The solution approximation for partial differential equations (PDEs) can be substantially improved using smooth basis functions. The recently introduced mollified basis functions are constructed through mollification, or convolution, of cell-wise defined piecewise polynomials with a smooth mollifier of certain characteristics. The properties of the mollified basis functions are governed by the order of the piecewise functions and the smoothness of the mollifier.
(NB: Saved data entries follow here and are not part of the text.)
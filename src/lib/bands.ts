/**
 * How plume bands are drawn: one sequential scale of our own (pale estuary to deep water) for
 * how fresh the water gets, the faecal indicator band as a plum dashed outline on top, and the
 * coast path as a line. Every band also has a dash pattern and a name in the legend.
 */
import type { FeatureCollection } from 'geojson';

export interface BandStyle {
  label: string;
  fill: string;
  stroke: string;
  dashed: boolean;
  order: number;
}

const FIXED: Record<string, BandStyle> = {
  'plume-edge': { label: 'Plume edge (any river water)', fill: 'rgba(190, 221, 214, 0.45)', stroke: '#5d9c8b', dashed: true, order: 1 },
  'brackish-margin': { label: 'Brackish margin', fill: 'rgba(120, 176, 190, 0.45)', stroke: '#2f7a86', dashed: true, order: 2 },
  'fresh-core': { label: 'Fresh core', fill: 'rgba(23, 61, 97, 0.55)', stroke: '#0c2238', dashed: false, order: 4 },
  bulge: { label: 'Bulge near the mouth', fill: 'rgba(46, 91, 134, 0.18)', stroke: '#173d61', dashed: false, order: 1.5 },
  'indicator-over-standard': {
    label: 'Indicator above the approved-area standard',
    fill: 'rgba(79, 26, 63, 0.08)',
    stroke: '#4f1a3f',
    dashed: true,
    order: 6,
  },
  path: { label: 'Coast followed by the plume', fill: 'rgba(0,0,0,0)', stroke: '#9c7a3f', dashed: true, order: 7 },
};

const SPECIES_BAND: BandStyle = {
  label: 'Under the species’ salinity limit',
  fill: 'rgba(46, 91, 134, 0.45)',
  stroke: '#173d61',
  dashed: false,
  order: 3,
};

export function bandStyle(bandId: string, name?: string): BandStyle {
  if (FIXED[bandId]) return { ...FIXED[bandId], label: name && bandId !== 'path' ? name : FIXED[bandId].label };
  if (bandId.startsWith('salinity-under-')) return { ...SPECIES_BAND, label: name ?? `Salinity under ${bandId.slice(15)}` };
  return { label: name ?? bandId, fill: 'rgba(124,125,120,0.2)', stroke: '#4b4c48', dashed: true, order: 0 };
}

/** Bands drawn by default: the named bands, plus one salinity band if asked (a species' limit). */
export function bandsToDraw(fc: FeatureCollection, speciesBandId?: string) {
  const wanted = new Set([...Object.keys(FIXED), ...(speciesBandId ? [speciesBandId] : [])]);
  return fc.features
    .filter((f) => wanted.has(String(f.properties?.bandId ?? f.id)))
    .map((f) => {
      const id = String(f.properties?.bandId ?? f.id);
      return { id, style: bandStyle(id, f.properties?.name as string | undefined), feature: f };
    })
    .sort((a, b) => a.style.order - b.style.order);
}
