/**
 * Regions (jurisdictions with an area) and a grower's first-run steps: read by the sign-up page,
 * the account page and the overview (features do not import each other, so the calls live here).
 */
import { queryOptions } from '@tanstack/react-query';
import type { FirstRun, Region } from '#shared/schemas/regions';
import { api } from './api-client';

export const regionKeys = {
  list: () => queryOptions({ queryKey: ['regions'] as const, queryFn: () => api<{ items: Region[] }>('/regions'), staleTime: 5 * 60_000 }),
  firstRun: () => queryOptions({ queryKey: ['overview', 'first-run'] as const, queryFn: () => api<FirstRun>('/overview/first-run') }),
};

export const chooseRegion = (regionId: string | null) => api<{ regionId: string | null }>('/account/region', { method: 'PUT', json: { regionId } });
export const setRegionArea = (id: string, area: unknown) => api<Region>(`/regions/${id}/area`, { method: 'PUT', json: { area } });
In this work, we exploit the high-order and high-smoothness properties of the mollified basis functions for solving PDEs through the point collocation method. The basis functions are evaluated at a set of collocation points in the domain. In addition, boundary conditions are imposed at a set of boundary collocation points distributed over the domain boundaries. To ensure the stability of the resulting linear system of equations, the number of collocation points is set larger than the total number of basis functions. The resulting linear system is overdetermined and is solved using the least square technique. The presented numerical examples confirm the convergence of the proposed approximation scheme for Poisson, linear elasticity, and biharmonic problems. We study in particular the influence of the mollifier and the spatial distribution of the collocation points.

翻译：利用光滑基函数可显著改善偏微分方程（PDE）的求解逼近效果。近期提出的光滑化基函数通过将单元定义的分段多项式与特定性质的光滑化函数进行光滑化（即卷积）运算而构建。此类基函数的性质由分段多项式的阶次及光滑化函数的光滑度共同决定。本研究利用光滑化基函数的高阶次与高光滑度特性，通过点配置法求解偏微分方程。基函数在计算域内的一组配置点处进行取值计算。此外，在域边界上分布的边界配置点集处施加边界条件。为保证所得线性方程组的稳定性，配置点数量设置为大于基函数总数。所得线性方程组为超定系统，采用最小二乘法进行求解。数值算例验证了所提逼近格式在泊松问题、线性弹性问题及双调和问题中的收敛性。我们重点研究了光滑化函数与配置点空间分布的影响规律。